November 8, 2024

Gooch & Housego Lowers Profit Views on Ramp-Up Delay, CEO to Retire; Shares Fall

Gooch #Gooch

By Michael Susin

Gooch & Housego PLC shares fell on Wednesday after the company downgraded its profit views for fiscal 2023 as its capacity to ramp up production to meet a robust order book is taking longer than expected, and said that its chief executive officer will step down.

Shares at 0806 GMT were down 168.0 pence, or 20%, at 660.0 pence.

The U.K. manufacturer of optical products said it currently forecasts adjusted pretax profit–which strips out exceptional and other one-off items–to be around 3.5 million pounds ($4.2 million) below the board’s expectations for the year ended September 2023 due delays on its capacity to ramp up production. The company hasn’t provided any expectations for fiscal 2023. Fiscal 2022 earnings are due to be reported in November.

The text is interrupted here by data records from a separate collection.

"""Occupation probabilities of bound levels in a plasma (Hummer & Mihalas 1988 formalism).

A level of a radiator perturbed by its neighbours survives with probability w = w_neutral *
w_charged; the partition function becomes U = sum g_i w_i exp(-E_i / kT).  w -> 1 as the
density -> 0, and w -> 0 for high levels, which bounds the otherwise divergent sum.

Charged perturbers: the fit of Hubeny, Hummer & Lanz (1994, A&A 282, 151, their appendix) to
the Hummer & Mihalas (1988, ApJ 331, 794) result with the Hooper microfield distribution:

    w = f / (1 + f),   f = 0.1402 (x + 4 Z_r a^3) beta^3 / (1 + 0.1285 x beta^(3/2))
    x = (1 + a)^3.15,  a = 0.09 n_e^(1/6) / sqrt(T)          (n_e in cm^-3, T in K)
    beta = 8.3e14 n_e^(-2/3) K_n Z^3 / n^4
    K_n = 1 for n <= 3,  K_n = (16/3) (n/(n+1))^2 (n + 7/6) / (n^2 + n + 1/2) for n > 3

Z is the charge seen by the bound electron (ion charge + 1) and Z_r = 1 the perturber (proton)
charge.  The numerical coefficients are those of the published fit (quoted from memory: the
reference search available to us did not return the paper's text).

Neutral perturbers (Hummer & Mihalas 1988, hard spheres):

    w = exp(-(4 pi / 3) n_p (r_n + r_p)^3)

Our choice of radius is the hydrogenic mean radius averaged over l with weights 2l+1,
r_n = a_0 (5 n^2 + 1) / (4 Z), so r = 1.5 a_0 for the ground state of hydrogen, which is also
the default perturber radius r_p (neutral hydrogen perturbers).

Non-hydrogenic levels use the effective principal quantum number
n_eff = Z sqrt(R / (chi - E)) with R the Rydberg energy for infinite nuclear mass.
"""

from __future__ import annotations

from typing import Any

import numpy as np

from sahaboltz.constants import E_CHARGE, H, HC_EV_CM, M_E, RYDBERG_CM
from sahaboltz.errors import InputError
from sahaboltz.quantities import as_array, as_positive_array

__all__ = ["RYDBERG_EV", "BOHR_RADIUS_CM", "effective_n", "stark_k", "hydrogenic_radius",
           "stark_level_factor", "stark_state_factors", "stark_state_slopes",
           "stark_state_curvatures", "log_w_charged_derivatives",
           "w_charged", "w_neutral", "occupation_probability", "log_w_charged", "log_w_neutral"]

#: Rydberg energy for infinite nuclear mass [eV]
RYDBERG_EV = RYDBERG_CM * HC_EV_CM
#: Bohr radius hbar^2 / (m_e e^2) [cm], derived from the package constants
BOHR_RADIUS_CM = (H / (2.0 * np.pi)) ** 2 / (M_E * E_CHARGE**2)

# coefficients of the Hubeny, Hummer & Lanz (1994) fit (see module docstring)
_BETA_COEFF = 8.3e14
_A_COEFF = 0.09
_F_C1, _F_C2, _X_EXP = 0.1402, 0.1285, 3.15


def effective_n(energy_ev: Any, ionization_energy_ev: Any, charge: Any) -> np.ndarray:
    """Effective principal quantum number n_eff = (charge + 1) sqrt(R / (chi - E)).

    Parameters
    ----------
    energy_ev : array_like
        Excitation energy of the level [eV]; must lie below ``ionization_energy_ev``.
    ionization_energy_ev : array_like
        Ionization energy of the species [eV].
    charge : array_like
        Ion charge of the species (0 for neutral).
    """
    e = as_array(energy_ev, "eV", "energy_ev")
    chi = as_positive_array(ionization_energy_ev, "eV", "ionization_energy_ev")
    z = as_array(charge, "", "charge", allow_negative=False) + 1.0
    binding = chi - e
    if (binding <= 0).any():
        raise InputError("energy_ev: every level must lie below the ionization energy to have "
                         "an effective principal quantum number")
    return z * np.sqrt(RYDBERG_EV / binding)


def stark_k(n: np.ndarray) -> np.ndarray:
    """Factor K_n of the critical field (1 for n <= 3), continuous in real-valued n."""
    n = np.asarray(n, dtype=float)
    k = (16.0 / 3.0) * (n / (n + 1.0)) ** 2 * (n + 7.0 / 6.0) / (n * n + n + 0.5)
    return np.where(n <= 3.0, 1.0, k)


def hydrogenic_radius(n: Any, z: Any = 1.0) -> np.ndarray:
    """l-averaged mean radius of hydrogenic level n, a_0 (5 n^2 + 1) / (4 Z) [cm]."""
    n = np.asarray(n, dtype=float)
    return BOHR_RADIUS_CM * (5.0 * n * n + 1.0) / (4.0 * np.asarray(z, dtype=float))


def log_w_charged(n: np.ndarray, z: np.ndarray, temperature: np.ndarray,
                  electron_density: np.ndarray) -> np.ndarray:
    """ln w for charged perturbers (unchecked arrays; see :func:`w_charged`)."""
    a = _A_COEFF * electron_density ** (1.0 / 6.0) / np.sqrt(temperature)
    x = (1.0 + a) ** _X_EXP
    beta = _BETA_COEFF * electron_density ** (-2.0 / 3.0) * stark_k(n) * z**3 / n**4
    b32 = beta ** 1.5
    f = _F_C1 * (x + 4.0 * a**3) * b32 * b32 / (1.0 + _F_C2 * x * b32)
    # ln(f / (1 + f)) without cancellation when f is large (low density: w -> 1)
    return -np.log1p(1.0 / f)


def stark_level_factor(n: np.ndarray, z: np.ndarray) -> np.ndarray:
    """Level part Q of s = beta^(-3/2) = P(n_e) * Q(n, Z), with Q = (K_n Z^3 / n^4)^(-3/2)."""
    return (stark_k(n) * z**3 / n**4) ** -1.5


def stark_state_factors(temperature: np.ndarray, electron_density: np.ndarray
                        ) -> tuple[np.ndarray, np.ndarray, np.ndarray]:
    """State parts (P, A, B) of the charged-perturber fit written as ln w = -ln(1 + s (A s + B)).

    With s = beta^(-3/2) = P Q: 1/f = s^2 / (c1 (x + 4a^3)) + c2 x s / (c1 (x + 4a^3)), the
    same fit as :func:`log_w_charged`, arranged so that a (states x levels) block needs only an
    outer product and three element-wise passes.
    """
    a = _A_COEFF * electron_density ** (1.0 / 6.0) / np.sqrt(temperature)
    x = (1.0 + a) ** _X_EXP
    denom = _F_C1 * (x + 4.0 * a**3)
    p = (_BETA_COEFF * electron_density ** (-2.0 / 3.0)) ** -1.5
    return p, 1.0 / denom, _F_C2 * x / denom


def stark_state_slopes(temperature: np.ndarray, electron_density: np.ndarray
                       ) -> tuple[np.ndarray, np.ndarray]:
    """d ln(1 + s (A s + B)) / d ln n_e and / d ln T of the charged-perturber fit need how A and
    B of :func:`stark_state_factors` change: returns (a dA/da, a dB/da), where
    a = 0.09 n_e^(1/6) / sqrt(T) (so d a / d ln n_e = a/6 and d a / d ln T = -a/2)."""
    a = _A_COEFF * electron_density ** (1.0 / 6.0) / np.sqrt(temperature)
    x = (1.0 + a) ** _X_EXP
    dx = _X_EXP * (1.0 + a) ** (_X_EXP - 1.0)
    denom = _F_C1 * (x + 4.0 * a**3)
    ddenom = _F_C1 * (dx + 12.0 * a * a)
    da_a = -ddenom / denom**2
    db_a = _F_C2 * (dx * denom - x * ddenom) / denom**2
    return a * da_a, a * db_a


def stark_state_curvatures(temperature: np.ndarray, electron_density: np.ndarray
                           ) -> tuple[np.ndarray, np.ndarray, np.ndarray, np.ndarray]:
    """First and second logarithmic derivatives of A and B of :func:`stark_state_factors`
    with respect to a = 0.09 n_e^(1/6) / sqrt(T): (a A', a B', a^2 A'', a^2 B'').

    With D = c1 (x + 4 a^3), x = (1 + a)^3.15: A = 1/D, B = c2 x / D, so
    A' = -D'/D^2, A'' = 2 D'^2/D^3 - D''/D^2, B' = c2 (x'/D - x D'/D^2),
    B'' = c2 (x''/D - 2 x' D'/D^2 - x D''/D^2 + 2 x D'^2/D^3).  (Unchecked arrays.)
    """
    a = _A_COEFF * electron_density ** (1.0 / 6.0) / np.sqrt(temperature)
    x = (1.0 + a) ** _X_EXP
    x1 = _X_EXP * (1.0 + a) ** (_X_EXP - 1.0)
    x2 = _X_EXP * (_X_EXP - 1.0) * (1.0 + a) ** (_X_EXP - 2.0)
    d = _F_C1 * (x + 4.0 * a**3)
    d1 = _F_C1 * (x1 + 12.0 * a * a)
    d2 = _F_C1 * (x2 + 24.0 * a)
    a1 = -d1 / d**2
    a2 = 2.0 * d1**2 / d**3 - d2 / d**2
    b1 = _F_C2 * (x1 / d - x * d1 / d**2)
    b2 = _F_C2 * (x2 / d - 2.0 * x1 * d1 / d**2 - x * d2 / d**2 + 2.0 * x * d1**2 / d**3)
    return a * a1, a * b1, a * a * a2, a * a * b2


def log_w_charged_derivatives(s, a_, b_, a_a1, b_a1, a_a2, b_a2):
    """ln w of the charged-perturber fit and its derivatives in (ln T, ln n_e).

    ln w = -ln(1 + g), g = A s^2 + B s with s = P(n_e) Q (P proportional to n_e) and A, B
    functions of a (d ln a / d ln T = -1/2, d ln a / d ln n_e = 1/6); the arguments are s,
    A, B and the output of :func:`stark_state_curvatures` (broadcasting arrays).

    Returns (ln w, d ln w/d ln T, d ln w/d ln n_e, d2 ln w/d ln T^2, d2 ln w/d ln T d ln n_e).
    """
    s2 = s * s
    g = s * (a_ * s + b_)
    g_s = 2.0 * a_ * s2 + b_ * s                   # d g / d ln s
    g_a = a_a1 * s2 + b_a1 * s                     # d g / d ln a
    g_aa = (a_a1 + a_a2) * s2 + (b_a1 + b_a2) * s  # d2 g / d ln a^2
    g_sa = 2.0 * a_a1 * s2 + b_a1 * s
    g_t = -0.5 * g_a
    g_n = g_s + g_a / 6.0
    g_tt = 0.25 * g_aa
    g_tn = -0.5 * (g_sa + g_aa / 6.0)
    inv = 1.0 / (1.0 + g)
    return (-np.log1p(g), -g_t * inv, -g_n * inv, -g_tt * inv + (g_t * inv) ** 2,
            -g_tn * inv + g_t * g_n * inv * inv)


def log_w_neutral(n: np.ndarray, z: np.ndarray, neutral_density: np.ndarray,
                  perturber_radius_cm: float | np.ndarray) -> np.ndarray:
    """ln w for neutral perturbers (unchecked arrays; see :func:`w_neutral`)."""
    r = hydrogenic_radius(n, z) + perturber_radius_cm
    return -(4.0 * np.pi / 3.0) * neutral_density * r**3


def _checked_n_z(n: Any, charge: Any) -> tuple[np.ndarray, np.ndarray]:
    nn = as_positive_array(n, "", "n")
    z = as_array(charge, "", "charge", allow_negative=False) + 1.0
    return nn, z


def w_charged(n: Any, temperature: Any, electron_density: Any, charge: Any = 0) -> np.ndarray:
    """Occupation probability from charged perturbers (Hubeny, Hummer & Lanz 1994 fit).

    Parameters
    ----------
    n : array_like
        (Effective) principal quantum number of the level.
    temperature : float, array_like or Quantity
        Temperature [K].
    electron_density : float, array_like or Quantity
        Electron density n_e [cm^-3]; the ion (proton) density is taken equal to it.
    charge : int or array_like
        Ion charge of the radiator (0 for H I, 1 for He II ...).

    Returns
    -------
    ndarray
        w in (0, 1], broadcast shape of the inputs.
    """
    nn, z = _checked_n_z(n, charge)
    t = as_positive_array(temperature, "K", "temperature")
    ne = as_positive_array(electron_density, "cm-3", "electron_density")
    return np.exp(log_w_charged(nn, z, t, ne))


def w_neutral(n: Any, neutral_density: Any, charge: Any = 0,
              perturber_radius_cm: float | None = None) -> np.ndarray:
    """Occupation probability from neutral perturbers (Hummer & Mihalas 1988 hard spheres).

    Parameters
    ----------
    n : array_like
        (Effective) principal quantum number of the level.
    neutral_density : float, array_like or Quantity
        Number density of neutral perturbers [cm^-3] (zero allowed).
    charge : int or array_like
        Ion charge of the radiator.
    perturber_radius_cm : float, optional
        Hard-sphere radius of the perturbers [cm]; default that of ground-state hydrogen.
    """
    nn, z = _checked_n_z(n, charge)
    nd = as_array(neutral_density, "cm-3", "neutral_density", allow_negative=False)
    rp = hydrogenic_radius(1.0) if perturber_radius_cm is None else float(perturber_radius_cm)
    return np.exp(log_w_neutral(nn, z, nd, rp))


def occupation_probability(n: Any, temperature: Any, electron_density: Any, charge: Any = 0,
                           neutral_density: Any = None,
                           perturber_radius_cm: float | None = None) -> np.ndarray:
    """Total occupation probability w = w_charged * w_neutral.

    Parameters are those of :func:`w_charged` and :func:`w_neutral`; ``neutral_density=None``
    leaves out the neutral perturbers.
    """
    w = w_charged(n, temperature, electron_density, charge)
    if neutral_density is not None:
        w = w * w_neutral(n, neutral_density, charge, perturber_radius_cm)
    return w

The company said it also expects to deliver double-digit volume growth, driven by a robust order book.

Gooch & Housego added that the growth in revenue is expected to boost earnings before interest and taxes margin in fiscal 2023, and that the pricing adjustment to curb inflationary pressures is expected to continue.

The company said its order book as at July 31 stood at a record of 140.6 million pounds ($170.1 million) compared with GBP97.7 million a year ago. It said it continued to benefit from continued high demand for industrial lasers and medical diagnostics products.

Gooch & Housego also said that current CEO Mark Webster will retire, being replaced by Charlie Peppiatt with effect from Sept. 14.